Генерал провел ладонью по лбу.
Что же, черт побери, его интересует?! Что хотел услышать от меня? Сижу вот и гляжу на него: здоровый мужик, глыба, а не человек. Целая дивизия у него на плечах, тысячи разных дел, к Бёслицу подходят немцы. А он невозмутим.
«Твой отряд действовал на люблинской земле?»
«Так точно, товарищ генерал».
«Все время?»
«Два года в северных районах воеводства».
«Знал, наверное, многих людей?..»
«Конечно, — отвечаю, — знал ребят из своей роты, да и из других тоже».
«А о таком, по фамилии Олевич, не слышал?»
Напрягаю память.
«Нет, кажется, не слышал. А вы не помните его подпольную кличку? В то время мы редко знали друг друга по фамилиям».
«Не помню, — ворчит Векляр. — Ну и что стало с ребятами из твоей роты? Тоже вступили в Войско Польское?»
«Не все, товарищ генерал. С остальными потерял связь».
Не буду же я ворошить прошлое. Зачем?
«Наговорили вам, наверное, в лесу черт знает что о нашей армии?»

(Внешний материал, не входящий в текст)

/// Generates the case. Deterministic: the same arrays every time.
pub fn generate() -> DemoFields {
    let latitudes: Vec<f64> = (0..61).map(|j| 70.0 - 0.75 * j as f64).collect();
    let longitudes: Vec<f64> = (0..107).map(|i| -65.0 + 0.75 * i as f64).collect();
    let grid = Grid::new(latitudes.clone(), longitudes.clone());
    let levels_pa: Vec<f64> = LEVELS_HPA.iter().map(|p| p * 100.0).collect();
    let start_hours = start_hours();
    let hours: Vec<f64> = (0..TIME_STEPS).map(|k| start_hours + STEP_HOURS * k as f64).collect();
    let (nt, nl, ny, nx) = (TIME_STEPS, levels_pa.len(), latitudes.len(), longitudes.len());

    // Temperature: standard profile + frontal zone.
    let base: Vec<f64> = levels_pa.iter().map(|&p| standard_atmosphere::temperature_at_pressure(p).expect("tropospheric levels")).collect();
    let mut temperature = Array4::<f32>::zeros((nt, nl, ny, nx));
    for t in 0..nt {
        let hours_since_start = STEP_HOURS * t as f64;
        let amplitude = 2.5 + 0.12 * hours_since_start; // degrees of latitude: the wave grows
        let phase_speed = 0.55; // degrees of longitude per hour eastward
        for k in 0..nl {
            let p = levels_pa[k];
            // Contrast across the zone, strongest low down, vanishing near the
            // tropopause (K).
            let contrast = 14.0 * ((p / 20000.0).ln() / 5f64.ln()).clamp(0.0, 1.0);
            // The zone tilts poleward with height, and the wave tilts westward
            // with height (the growing baroclinic wave's structure).
            let tilt = 3.0 * (100000.0 / p).ln();
            let westward_shift = 6.0 * (100000.0 / p).ln();
            for j in 0..ny {
                for i in 0..nx {
                    let (lat, lon) = (latitudes[j], longitudes[i]);
                    let x = lon + 25.0 - phase_speed * hours_since_start + westward_shift;
                    let front = 48.0 + tilt + amplitude * (x.to_radians() * 360.0 / 40.0).sin();
                    let zone = -0.5 * contrast * ((lat - front) / 5.0).tanh();
                    let background = -0.35 * (lat - 47.5);
                    temperature[[t, k, j, i]] = (base[k] + zone + background) as f32;
                }
            }
        }
    }

    // Humidity: relative humidity 85 % on the warm side, 45 % on the cold.
    let mut specific_humidity = Array4::<f32>::zeros((nt, nl, ny, nx));
    ndarray::Zip::indexed(&mut specific_humidity).and(&temperature).for_each(|(t, k, j, i), q, &temp| {
        let warm_side = 0.5 * (1.0 + ((temp as f64 - base[k]) / 4.0).tanh());
        let rh = (0.45 + 0.40 * warm_side) * (levels_pa[k] / 100000.0).powf(0.6);
        let _ = (t, j, i);
        *q = (rh * saturation_specific_humidity(temp as f64, levels_pa[k])) as f32;
    });

    // 1000 hPa height: mean 110 m, a deepening low on the wave, a high south.
    let mut height = Array4::<f32>::zeros((nt, nl, ny, nx));
    for t in 0..nt {
        let h = STEP_HOURS * t as f64;
        let (low_lat, low_lon) = (50.0 + 0.08 * h, -40.0 + 0.6 * h);
        let depth = 90.0 + 4.0 * h;
        for j in 0..ny {
            for i in 0..nx {
                let (lat, lon) = (latitudes[j], longitudes[i]);
                let r2 = ((lat - low_lat) / 7.0).powi(2) + ((lon - low_lon) * lat.to_radians().cos() / 7.0).powi(2);
                let high = 90.0 * (-(((lat - 34.0) / 8.0).powi(2) + ((lon + 30.0) / 25.0).powi(2))).exp();
                height[[t, 0, j, i]] = (110.0 - depth * (-r2).exp() + high) as f32;
            }
        }
        // Hydrostatic integration upward with virtual temperature, trapezoid in
        // ln p: the same discretisation as Baroc's thickness.
        for k in 1..nl {
            let log_ratio = (levels_pa[k - 1] / levels_pa[k]).ln();
            for j in 0..ny {
                for i in 0..nx {
                    let tv = |kk: usize| crate::physics::vertical::virtual_temperature(temperature[[t, kk, j, i]] as f64, specific_humidity[[t, kk, j, i]] as f64);
                    let dz = RD / G0 * 0.5 * (tv(k - 1) + tv(k)) * log_ratio;
                    height[[t, k, j, i]] = (height[[t, k - 1, j, i]] as f64 + dz) as f32;
                }
            }
        }
    }

    // Winds: geostrophic + ageostrophic.
    let constants = Constants::default();
    let (ug, vg) = {
        let view = height.view().into_shape_with_order((nt * nl, ny, nx)).expect("standard layout");
        geostrophic_wind(&grid, &constants, view, GeopotentialKind::Height, DEFAULT_EQUATOR_BAND)
    };
    let ug = ug.into_shape_with_order((nt, nl, ny, nx)).expect("shape");
    let vg = vg.into_shape_with_order((nt, nl, ny, nx)).expect("shape");
    let mut eastward_wind = ug.clone();
    let mut northward_wind = vg.clone();
    for t in 0..nt {
        for k in 0..nl {
            let p = levels_pa[k];
            // Friction near the surface: the wind turns toward low pressure
            // (anticlockwise in the northern hemisphere) and slows.
            let (turn, keep) = match LEVELS_HPA[k] as i32 {
                1000 => (22.0f64, 0.70),
                925 => (14.0, 0.82),
                850 => (7.0, 0.92),
                _ => (0.0, 1.0),
            };
            let (c, s_) = (turn.to_radians().cos(), turn.to_radians().sin());
            for j in 0..ny {
                for i in 0..nx {
                    let (u, v) = (ug[[t, k, j, i]] as f64, vg[[t, k, j, i]] as f64);
                    let mut ua = keep * (c * u - s_ * v);
                    let mut va = keep * (s_ * u + c * v);
                    if p <= 30000.0 {
                        // A weak divergent part near the jet.
                        let x = (longitudes[i] + 25.0 - 0.55 * STEP_HOURS * t as f64).to_radians() * 9.0;
                        ua += 1.2 * x.cos();
                        va += 1.8 * x.sin();
                    }
                    eastward_wind[[t, k, j, i]] = ua as f32;
                    northward_wind[[t, k, j, i]] = va as f32;
                }
            }
        }
    }

    // Surface pressure at sea level from the 1000 hPa height (hypsometric).
    let mut surface_pressure = Array3::<f32>::zeros((nt, ny, nx));
    for t in 0..nt {
        for j in 0..ny {
            for i in 0..nx {
                let tv = crate::physics::vertical::virtual_temperature(temperature[[t, 0, j, i]] as f64, specific_humidity[[t, 0, j, i]] as f64);
                surface_pressure[[t, j, i]] = (100000.0 * (G0 * height[[t, 0, j, i]] as f64 / (RD * tv)).exp()) as f32;
            }
        }
    }

    let land = land_mask(&grid);
    DemoFields { grid, levels_pa, hours, temperature, height, eastward_wind, northward_wind, specific_humidity, surface_pressure, land }
}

«Было такое», — отвечаю я неохотно.
Все-таки ему от меня что-то нужно. Создается впечатление, что он ходит вокруг да около, не спрашивает самого главного или, наоборот, когда задает какой-нибудь вопрос, уже знает, что я буду отвечать не так, как ему хочется. Мы оба похожи на неразговорчивых людей, которые никогда ни в чем не могут договориться. Глядя на своего генерала вблизи, все больше убеждаюсь в том, что люблю его. Но если бы я даже рассказал ему все, что произошло с нами, не со мной, а с такими, как я, и выложил бы ему все наши аргументы, это бы ничего не дало. Он их знает, но не хочет понять.

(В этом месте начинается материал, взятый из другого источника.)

/// Checks `other` against `first`; the first disagreement is the error.
fn compare(first: &ShardFile, other: &ShardFile) -> Result<(), String> {
    let (a, b) = (first.path.display(), other.path.display());
    for name in ["baroc_script", shard::ATTRIBUTE_PARAMETERS] {
        if first.globals.get(name) != other.globals.get(name) {
            let what = if name == "baroc_script" { "recipe or script text" } else { "parameters (--set)" };
            return Err(format!("error: {b} was made with other {what} than {a} (the `{name}` attributes differ): these are shards of different runs"));
        }
    }
    for name in [shard::ATTRIBUTE_COUNT, shard::ATTRIBUTE_TOTAL_STEPS, shard::ATTRIBUTE_FULL_RANGE] {
        if first.globals.get(name) != other.globals.get(name) {
            return Err(format!(
                "error: {b} and {a} split different runs: `{name}` is `{}` in {b} but `{}` in {a}",
                other.globals.get(name).map(text).unwrap_or_default(),
                first.globals.get(name).map(text).unwrap_or_default()
            ));
        }
    }
    let names_a: Vec<&str> = first.variables.iter().map(|v| v.name.as_str()).collect();
    let names_b: Vec<&str> = other.variables.iter().map(|v| v.name.as_str()).collect();
    if let Some(missing) = names_a.iter().find(|n| !names_b.contains(n)) {
        return Err(format!("error: {b} has no variable `{missing}`, which {a} has"));
    }
    if let Some(extra) = names_b.iter().find(|n| !names_a.contains(n)) {
        return Err(format!("error: {b} has a variable `{extra}` that {a} does not have"));
    }
    let times = time_dimensions(first);
    for (name, length) in &first.dimensions {
        let theirs = other.dimensions.iter().find(|(n, _)| n == name).map(|(_, l)| *l);
        match theirs {
            None => return Err(format!("error: {b} has no dimension `{name}`, which {a} has")),
            Some(l) if l != *length && !times.contains(name) => {
                return Err(format!("error: the grids differ: dimension `{name}` has {l} points in {b} but {length} in {a}"));
            }
            _ => {}
        }
    }
    for va in &first.variables {
        let vb = other.variables.iter().find(|v| v.name == va.name).expect("checked above");
        if va.vartype != vb.vartype {
            return Err(format!("error: variable `{}` is stored as {:?} in {b} but as {:?} in {a}", va.name, vb.vartype, va.vartype));
        }
        if va.dimensions != vb.dimensions {
            return Err(format!("error: variable `{}` has dimensions ({}) in {b} but ({}) in {a}", va.name, vb.dimensions.join(", "), va.dimensions.join(", ")));
        }
        for (key, value) in &va.attributes {
            match vb.attributes.iter().find(|(k, _)| k == key) {
                None => return Err(format!("error: variable `{}` has no `{key}` attribute in {b}, but has one in {a}", va.name)),
                Some((_, theirs)) if theirs != value => {
                    return Err(format!("error: variable `{}` has {key} `{}` in {b} but `{}` in {a}", va.name, text(theirs), text(value)));
                }
                _ => {}
            }
        }
        if let Some((key, _)) = vb.attributes.iter().find(|(k, _)| !va.attributes.iter().any(|(ka, _)| ka == k)) {
            return Err(format!("error: variable `{}` has a `{key}` attribute in {b} that it lacks in {a}", va.name));
        }
        // Anything without a time dimension (the grid's coordinates, and
        // results that are not per time step) must agree value for value.
        if !va.dimensions.iter().any(|d| times.contains(d)) {
            let read = |s: &ShardFile| s.file.variable(&va.name).map(|v| v.get_raw_values(..));
            match (read(first), read(other)) {
                (Some(Ok(x)), Some(Ok(y))) if x == y => {}
                (Some(Ok(_)), Some(Ok(_))) => {
                    let coordinate = va.dimensions.len() == 1 && va.dimensions[0] == va.name;
                    return Err(if coordinate {
                        format!("error: the grids differ: the `{}` coordinates of {b} are not those of {a}", va.name)
                    } else {
                        format!(
                            "error: variable `{}` has no time dimension and differs between {b} and {a}: a result that combines time steps cannot be joined from blocks of time steps; run it whole (without --shard or --memory-limit)",
                            va.name
                        )
                    });
                }
                (Some(Err(e)), _) | (_, Some(Err(e))) => return Err(format!("error: cannot read `{}`: {e}", va.name)),
                _ => return Err(format!("error: cannot read `{}`", va.name)),
            }
        }
    }
    Ok(())
}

«А скажи-ка мне, Казик, — спрашивает генерал, — не приходилось ли в самом начале твоей службы в Войске Польском, когда был еще совсем зеленым, пережить такой момент, когда тебе было плохо, одиноко, что хотелось…»
«Дезертировать? — прервал я его. — Вы мне не доверяете, товарищ генерал?»

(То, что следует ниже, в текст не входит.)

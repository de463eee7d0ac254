//! A dataset: several sources seen as one, with variables found by name or
//! by physical role.
//!
//! Files combine when their grids agree: one variable per file (the union of
//! their variables), or one time per file (a variable present in several
//! files is joined along time, in time order). Disagreeing grids are an
//! error that names both.

use std::path::Path;

use super::model_level_source::{ModelLevelStore, OnPressureLevels};
use super::netcdf_source::NetcdfSource;
use crate::physics::model_levels::BelowLowestLevel;
use super::{DataError, DataSource, Selection, VariableInfo};
use crate::grid::{Field, TimeAxis};

/// Physical roles, found through CF standard names, so one diagnostic serves
/// files from different sources.
#[derive(Debug, Clone, Copy, PartialEq, Eq, Hash, serde::Serialize, serde::Deserialize)]
pub enum Role {
    Temperature,
    Geopotential,
    GeopotentialHeight,
    EastwardWind,
    NorthwardWind,
    SpecificHumidity,
    SurfacePressure,
}

impl Role {
    pub const ALL: [Role; 7] = [
        Role::Temperature,
        Role::Geopotential,
        Role::GeopotentialHeight,
        Role::EastwardWind,
        Role::NorthwardWind,
        Role::SpecificHumidity,
        Role::SurfacePressure,
    ];

    /// The role's name in the language.
    pub fn name(self) -> &'static str {
        match self {
            Role::Temperature => "temperature",
            Role::Geopotential => "geopotential",
            Role::GeopotentialHeight => "geopotential_height",
            Role::EastwardWind => "eastward_wind",
            Role::NorthwardWind => "northward_wind",
            Role::SpecificHumidity => "specific_humidity",
            Role::SurfacePressure => "surface_pressure",
        }
    }

    pub fn from_name(name: &str) -> Option<Role> {
        Role::ALL.into_iter().find(|r| r.name() == name)
    }

    /// The CF standard names that carry this role (CF standard name table).
    pub fn standard_names(self) -> &'static [&'static str] {
        match self {
            Role::Temperature => &["air_temperature"],
            Role::Geopotential => &["geopotential"],
            Role::GeopotentialHeight => &["geopotential_height"],
            // Grid-relative components of a projected grid are turned to
            // earth-relative when read (io::projected).
            Role::EastwardWind => &["eastward_wind", "x_wind", "grid_eastward_wind"],
            Role::NorthwardWind => &["northward_wind", "y_wind", "grid_northward_wind"],
            Role::SpecificHumidity => &["specific_humidity"],
            Role::SurfacePressure => &["surface_air_pressure", "surface_pressure"],
        }
    }

    /// The canonical units of the role (udunits spelling).
    pub fn units(self) -> &'static str {
        match self {
            Role::Temperature => "K",
            Role::Geopotential => "m2 s-2",
            Role::GeopotentialHeight => "m",
            Role::EastwardWind | Role::NorthwardWind => "m s-1",
            Role::SpecificHumidity => "kg kg-1",
            Role::SurfacePressure => "Pa",
        }
    }

    /// Variable names that commonly carry the role when a file has no
    /// standard_name (common practice, no source); used only as a fallback.
    fn usual_names(self) -> &'static [&'static str] {
        match self {
            Role::Temperature => &["t", "ta", "temp", "air", "temperature"],
            Role::Geopotential => &["z", "phi", "geopotential"],
            Role::GeopotentialHeight => &["zg", "gh", "hgt", "height"],
            Role::EastwardWind => &["u", "ua", "uwnd"],
            Role::NorthwardWind => &["v", "va", "vwnd"],
            Role::SpecificHumidity => &["q", "hus", "shum"],
            Role::SurfacePressure => &["sp", "ps", "pres_sfc"],
        }
    }
}

/// Where a variable of the combined dataset lives: (source, its time
/// indices in that source) in time order.
#[derive(Debug, Clone)]
struct Entry {
    info: VariableInfo,
    parts: Vec<(usize, Vec<usize>)>,
}

/// Several sources, combined.
pub struct Dataset {
    sources: Vec<Box<dyn DataSource>>,
    entries: Vec<Entry>,
    /// The files it was opened from (empty when built from sources), so
    /// that a program's below-ground setting can open them again.
    paths: Vec<std::path::PathBuf>,
}

impl std::fmt::Debug for Dataset {
    fn fmt(&self, f: &mut std::fmt::Formatter<'_>) -> std::fmt::Result {
        f.debug_struct("Dataset").field("sources", &self.labels()).field("variables", &self.variable_names()).finish()
    }
}

fn same_grid(a: &VariableInfo, b: &VariableInfo) -> bool {
    let close = |x: &[f64], y: &[f64]| x.len() == y.len() && x.iter().zip(y).all(|(p, q)| (p - q).abs() < 1e-6);
    close(&a.grid.latitudes, &b.grid.latitudes) && close(&a.grid.longitudes, &b.grid.longitudes)
}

Векляр стукнул кулаком по столу:
«Доверяю, но не выводи меня из себя, я хочу просто знать, как вот такие, как ты, чувствуют себя в нашей армии. Что их волнует, что им нравится…»
Я улыбаюсь:
«Вы, наверное, имеете в виду политическую сторону этого дела. Перед отправкой на фронт мне часто задавали такие вопросы, сейчас уже не задают. А я мало думал о политике, я же был рядовой партизан…»
«Но ведь вы задумывались тогда, в лесу, о своем будущем? Ну хотя бы о том, какой будет Польша?»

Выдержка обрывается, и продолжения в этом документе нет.